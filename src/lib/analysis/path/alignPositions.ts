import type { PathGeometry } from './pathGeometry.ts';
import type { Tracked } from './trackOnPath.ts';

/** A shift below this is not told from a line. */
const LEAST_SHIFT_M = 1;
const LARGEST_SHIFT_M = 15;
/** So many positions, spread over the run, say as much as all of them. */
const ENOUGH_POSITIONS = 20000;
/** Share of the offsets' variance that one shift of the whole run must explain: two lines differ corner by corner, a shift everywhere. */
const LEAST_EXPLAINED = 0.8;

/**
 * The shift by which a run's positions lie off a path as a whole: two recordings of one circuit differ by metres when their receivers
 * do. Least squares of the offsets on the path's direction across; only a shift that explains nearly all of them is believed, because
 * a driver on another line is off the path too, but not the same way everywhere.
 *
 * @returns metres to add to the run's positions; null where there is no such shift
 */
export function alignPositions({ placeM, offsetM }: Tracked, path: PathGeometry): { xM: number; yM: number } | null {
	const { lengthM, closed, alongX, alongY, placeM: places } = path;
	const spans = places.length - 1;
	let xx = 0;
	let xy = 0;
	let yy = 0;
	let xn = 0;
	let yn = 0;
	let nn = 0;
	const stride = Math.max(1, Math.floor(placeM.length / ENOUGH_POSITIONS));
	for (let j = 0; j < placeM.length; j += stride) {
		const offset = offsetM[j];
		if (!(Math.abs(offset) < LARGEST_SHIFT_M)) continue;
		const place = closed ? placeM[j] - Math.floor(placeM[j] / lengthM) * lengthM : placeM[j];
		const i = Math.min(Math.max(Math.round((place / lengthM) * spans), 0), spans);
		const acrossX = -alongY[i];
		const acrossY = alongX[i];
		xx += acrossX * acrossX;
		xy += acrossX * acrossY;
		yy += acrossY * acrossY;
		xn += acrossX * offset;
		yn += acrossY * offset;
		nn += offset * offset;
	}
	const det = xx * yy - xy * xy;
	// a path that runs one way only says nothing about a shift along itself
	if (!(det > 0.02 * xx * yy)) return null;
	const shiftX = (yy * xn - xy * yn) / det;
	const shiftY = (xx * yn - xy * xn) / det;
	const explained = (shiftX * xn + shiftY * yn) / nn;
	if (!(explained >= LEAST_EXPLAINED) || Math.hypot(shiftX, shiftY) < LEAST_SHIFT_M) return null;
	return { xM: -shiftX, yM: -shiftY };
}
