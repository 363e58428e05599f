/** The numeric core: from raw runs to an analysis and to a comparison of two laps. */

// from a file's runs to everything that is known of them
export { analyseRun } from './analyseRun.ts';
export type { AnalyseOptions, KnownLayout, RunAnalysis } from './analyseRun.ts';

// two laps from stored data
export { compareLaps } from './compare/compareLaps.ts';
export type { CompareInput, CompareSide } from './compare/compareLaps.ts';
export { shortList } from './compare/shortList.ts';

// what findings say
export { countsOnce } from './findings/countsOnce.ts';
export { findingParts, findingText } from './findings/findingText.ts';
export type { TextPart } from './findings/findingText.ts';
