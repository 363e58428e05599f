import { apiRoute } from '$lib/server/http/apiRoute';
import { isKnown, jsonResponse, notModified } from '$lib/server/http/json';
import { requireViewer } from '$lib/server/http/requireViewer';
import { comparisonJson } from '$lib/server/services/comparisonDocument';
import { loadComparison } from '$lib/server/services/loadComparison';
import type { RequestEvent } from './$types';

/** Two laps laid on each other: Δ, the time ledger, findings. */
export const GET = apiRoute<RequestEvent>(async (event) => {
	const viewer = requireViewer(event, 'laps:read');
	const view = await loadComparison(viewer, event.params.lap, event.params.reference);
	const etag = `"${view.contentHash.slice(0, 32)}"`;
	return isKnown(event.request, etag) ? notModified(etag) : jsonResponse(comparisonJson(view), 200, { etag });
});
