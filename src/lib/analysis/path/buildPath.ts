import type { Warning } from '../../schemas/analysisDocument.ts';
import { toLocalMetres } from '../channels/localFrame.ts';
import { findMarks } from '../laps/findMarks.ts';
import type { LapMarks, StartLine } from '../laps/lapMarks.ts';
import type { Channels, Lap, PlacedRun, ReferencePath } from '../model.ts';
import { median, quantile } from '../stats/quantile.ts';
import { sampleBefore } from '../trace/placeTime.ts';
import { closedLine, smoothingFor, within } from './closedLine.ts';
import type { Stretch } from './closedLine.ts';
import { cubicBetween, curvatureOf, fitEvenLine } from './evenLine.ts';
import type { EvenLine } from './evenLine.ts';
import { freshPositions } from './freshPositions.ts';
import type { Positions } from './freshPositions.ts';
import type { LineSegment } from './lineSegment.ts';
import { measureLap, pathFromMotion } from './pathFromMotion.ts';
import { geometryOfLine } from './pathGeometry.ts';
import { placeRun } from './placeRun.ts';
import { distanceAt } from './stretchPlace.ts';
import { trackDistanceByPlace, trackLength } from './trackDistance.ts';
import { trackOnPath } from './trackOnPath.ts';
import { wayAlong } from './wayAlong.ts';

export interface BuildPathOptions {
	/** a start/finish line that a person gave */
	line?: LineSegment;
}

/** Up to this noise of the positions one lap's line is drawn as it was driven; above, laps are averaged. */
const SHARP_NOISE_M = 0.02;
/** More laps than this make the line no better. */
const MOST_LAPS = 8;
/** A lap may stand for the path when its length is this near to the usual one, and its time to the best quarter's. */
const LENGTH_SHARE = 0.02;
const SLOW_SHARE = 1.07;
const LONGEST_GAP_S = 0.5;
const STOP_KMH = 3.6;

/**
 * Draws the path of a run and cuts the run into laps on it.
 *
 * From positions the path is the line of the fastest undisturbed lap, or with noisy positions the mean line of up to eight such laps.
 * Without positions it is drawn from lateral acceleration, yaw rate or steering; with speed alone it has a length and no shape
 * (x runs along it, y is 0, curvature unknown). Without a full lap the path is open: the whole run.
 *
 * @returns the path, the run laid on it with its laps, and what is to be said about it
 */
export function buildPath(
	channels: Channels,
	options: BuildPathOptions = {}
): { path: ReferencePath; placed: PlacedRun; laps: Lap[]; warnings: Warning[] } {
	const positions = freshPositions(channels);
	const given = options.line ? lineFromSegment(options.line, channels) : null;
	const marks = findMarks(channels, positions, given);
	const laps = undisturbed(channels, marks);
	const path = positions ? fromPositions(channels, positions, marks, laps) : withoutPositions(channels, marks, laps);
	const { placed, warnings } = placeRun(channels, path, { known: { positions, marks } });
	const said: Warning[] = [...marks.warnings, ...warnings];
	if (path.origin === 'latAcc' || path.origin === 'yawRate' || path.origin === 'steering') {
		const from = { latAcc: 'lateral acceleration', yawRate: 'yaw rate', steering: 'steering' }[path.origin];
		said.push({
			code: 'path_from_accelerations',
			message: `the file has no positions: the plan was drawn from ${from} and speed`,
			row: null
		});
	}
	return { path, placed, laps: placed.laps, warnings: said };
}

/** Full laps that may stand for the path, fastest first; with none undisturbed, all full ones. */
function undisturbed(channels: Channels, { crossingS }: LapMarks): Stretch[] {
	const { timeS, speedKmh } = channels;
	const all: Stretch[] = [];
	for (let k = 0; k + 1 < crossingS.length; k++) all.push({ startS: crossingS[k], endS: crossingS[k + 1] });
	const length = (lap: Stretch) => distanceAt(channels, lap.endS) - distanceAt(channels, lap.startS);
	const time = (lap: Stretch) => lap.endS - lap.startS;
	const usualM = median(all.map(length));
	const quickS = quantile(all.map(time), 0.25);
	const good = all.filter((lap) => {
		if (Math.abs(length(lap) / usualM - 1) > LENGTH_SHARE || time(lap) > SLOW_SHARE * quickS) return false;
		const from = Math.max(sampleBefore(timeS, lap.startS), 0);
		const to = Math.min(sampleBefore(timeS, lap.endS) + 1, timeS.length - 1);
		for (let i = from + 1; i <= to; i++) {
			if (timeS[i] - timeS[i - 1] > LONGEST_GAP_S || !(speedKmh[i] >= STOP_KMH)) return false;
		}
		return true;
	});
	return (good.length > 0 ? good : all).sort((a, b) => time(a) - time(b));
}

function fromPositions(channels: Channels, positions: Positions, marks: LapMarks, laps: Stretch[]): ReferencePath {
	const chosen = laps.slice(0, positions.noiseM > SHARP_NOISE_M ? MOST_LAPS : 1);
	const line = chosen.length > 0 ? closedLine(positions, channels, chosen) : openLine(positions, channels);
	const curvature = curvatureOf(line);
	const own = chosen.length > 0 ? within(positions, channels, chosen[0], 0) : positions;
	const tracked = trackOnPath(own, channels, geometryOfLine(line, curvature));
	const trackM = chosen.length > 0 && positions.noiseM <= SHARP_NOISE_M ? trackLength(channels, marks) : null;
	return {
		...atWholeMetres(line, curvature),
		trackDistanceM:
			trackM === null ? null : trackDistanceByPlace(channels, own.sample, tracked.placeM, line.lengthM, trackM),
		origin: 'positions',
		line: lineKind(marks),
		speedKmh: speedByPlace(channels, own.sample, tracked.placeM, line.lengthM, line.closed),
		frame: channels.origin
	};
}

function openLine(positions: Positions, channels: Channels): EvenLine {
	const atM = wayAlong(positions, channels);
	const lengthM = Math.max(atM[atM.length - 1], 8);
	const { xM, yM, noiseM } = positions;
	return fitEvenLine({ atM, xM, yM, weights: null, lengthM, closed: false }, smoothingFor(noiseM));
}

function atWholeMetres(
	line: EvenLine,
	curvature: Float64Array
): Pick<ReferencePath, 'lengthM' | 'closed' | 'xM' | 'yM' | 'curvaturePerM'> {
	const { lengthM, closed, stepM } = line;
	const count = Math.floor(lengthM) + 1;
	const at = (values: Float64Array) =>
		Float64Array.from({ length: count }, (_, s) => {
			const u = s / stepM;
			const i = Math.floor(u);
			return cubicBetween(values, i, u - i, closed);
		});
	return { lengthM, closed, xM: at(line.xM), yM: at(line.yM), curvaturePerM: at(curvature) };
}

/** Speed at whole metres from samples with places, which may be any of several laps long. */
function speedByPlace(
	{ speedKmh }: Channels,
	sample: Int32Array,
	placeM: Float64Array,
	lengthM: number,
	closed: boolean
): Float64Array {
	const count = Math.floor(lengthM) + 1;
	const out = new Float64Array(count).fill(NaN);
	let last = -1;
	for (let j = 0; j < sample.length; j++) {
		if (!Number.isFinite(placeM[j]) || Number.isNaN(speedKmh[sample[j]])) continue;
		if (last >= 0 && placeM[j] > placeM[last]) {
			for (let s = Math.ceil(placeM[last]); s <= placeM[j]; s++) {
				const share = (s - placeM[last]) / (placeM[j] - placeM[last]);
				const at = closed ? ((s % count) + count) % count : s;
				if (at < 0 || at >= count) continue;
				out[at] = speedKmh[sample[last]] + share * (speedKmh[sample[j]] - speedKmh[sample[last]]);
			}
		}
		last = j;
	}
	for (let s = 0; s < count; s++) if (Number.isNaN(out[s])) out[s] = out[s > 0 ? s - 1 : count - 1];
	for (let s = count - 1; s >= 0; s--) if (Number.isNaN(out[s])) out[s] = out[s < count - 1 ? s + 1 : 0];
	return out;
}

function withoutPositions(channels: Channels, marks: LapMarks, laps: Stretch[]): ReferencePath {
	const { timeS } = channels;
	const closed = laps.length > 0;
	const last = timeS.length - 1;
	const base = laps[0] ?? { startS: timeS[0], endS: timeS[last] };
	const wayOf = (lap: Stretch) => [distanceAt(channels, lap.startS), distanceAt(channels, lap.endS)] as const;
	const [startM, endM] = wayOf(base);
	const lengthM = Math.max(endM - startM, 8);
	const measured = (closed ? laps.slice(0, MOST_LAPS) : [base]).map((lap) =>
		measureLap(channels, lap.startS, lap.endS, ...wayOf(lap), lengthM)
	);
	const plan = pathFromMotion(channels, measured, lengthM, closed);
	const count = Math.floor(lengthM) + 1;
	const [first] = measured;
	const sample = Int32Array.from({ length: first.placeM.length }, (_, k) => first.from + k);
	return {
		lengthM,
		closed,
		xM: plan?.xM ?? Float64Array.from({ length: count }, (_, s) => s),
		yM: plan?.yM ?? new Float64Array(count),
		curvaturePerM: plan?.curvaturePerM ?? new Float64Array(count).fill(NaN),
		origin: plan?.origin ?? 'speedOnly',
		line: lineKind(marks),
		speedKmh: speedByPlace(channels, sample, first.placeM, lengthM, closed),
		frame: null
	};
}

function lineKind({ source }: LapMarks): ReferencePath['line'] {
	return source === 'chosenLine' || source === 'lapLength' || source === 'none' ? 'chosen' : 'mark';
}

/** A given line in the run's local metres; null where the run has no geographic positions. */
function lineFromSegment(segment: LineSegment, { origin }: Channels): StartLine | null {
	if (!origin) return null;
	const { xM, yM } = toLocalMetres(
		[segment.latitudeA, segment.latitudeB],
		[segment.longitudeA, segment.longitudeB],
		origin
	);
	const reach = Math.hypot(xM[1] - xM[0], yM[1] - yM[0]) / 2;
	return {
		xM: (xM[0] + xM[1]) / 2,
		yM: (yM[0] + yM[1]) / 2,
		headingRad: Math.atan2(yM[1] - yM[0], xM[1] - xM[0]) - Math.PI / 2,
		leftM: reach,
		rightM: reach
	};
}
============
WORK ORDER
Word for word, restate the entries from the first line to the line that has "alongY, placeM: places", both included, and nothing else.

SOLUTION
filename src/lib/analysis/path/alignPositions.ts
import type { PathGeometry } from './pathGeometry.ts';
import type { Tracked } from './trackOnPath.ts';

/** A shift below this is not told from a line. */
const LEAST_SHIFT_M = 1;
const LARGEST_SHIFT_M = 15;
/** So many positions, spread over the run, say as much as all of them. */
const ENOUGH_POSITIONS = 20000;
/** Share of the offsets' variance that one shift of the whole run must explain: two lines differ corner by corner, a shift everywhere. */
const LEAST_EXPLAINED = 0.8;

/**
 * The shift by which a run's positions lie off a path as a whole: two recordings of one circuit differ by metres when their receivers
 * do. Least squares of the offsets on the path's direction across; only a shift that explains nearly all of them is believed, because
 * a driver on another line is off the path too, but not the same way everywhere.
 *
 * @returns metres to add to the run's positions; null where there is no such shift
 */
export function alignPositions({ placeM, offsetM }: Tracked, path: PathGeometry): { xM: number; yM: number } | null {
	const { lengthM, closed, alongX, alongY, placeM: places } = path;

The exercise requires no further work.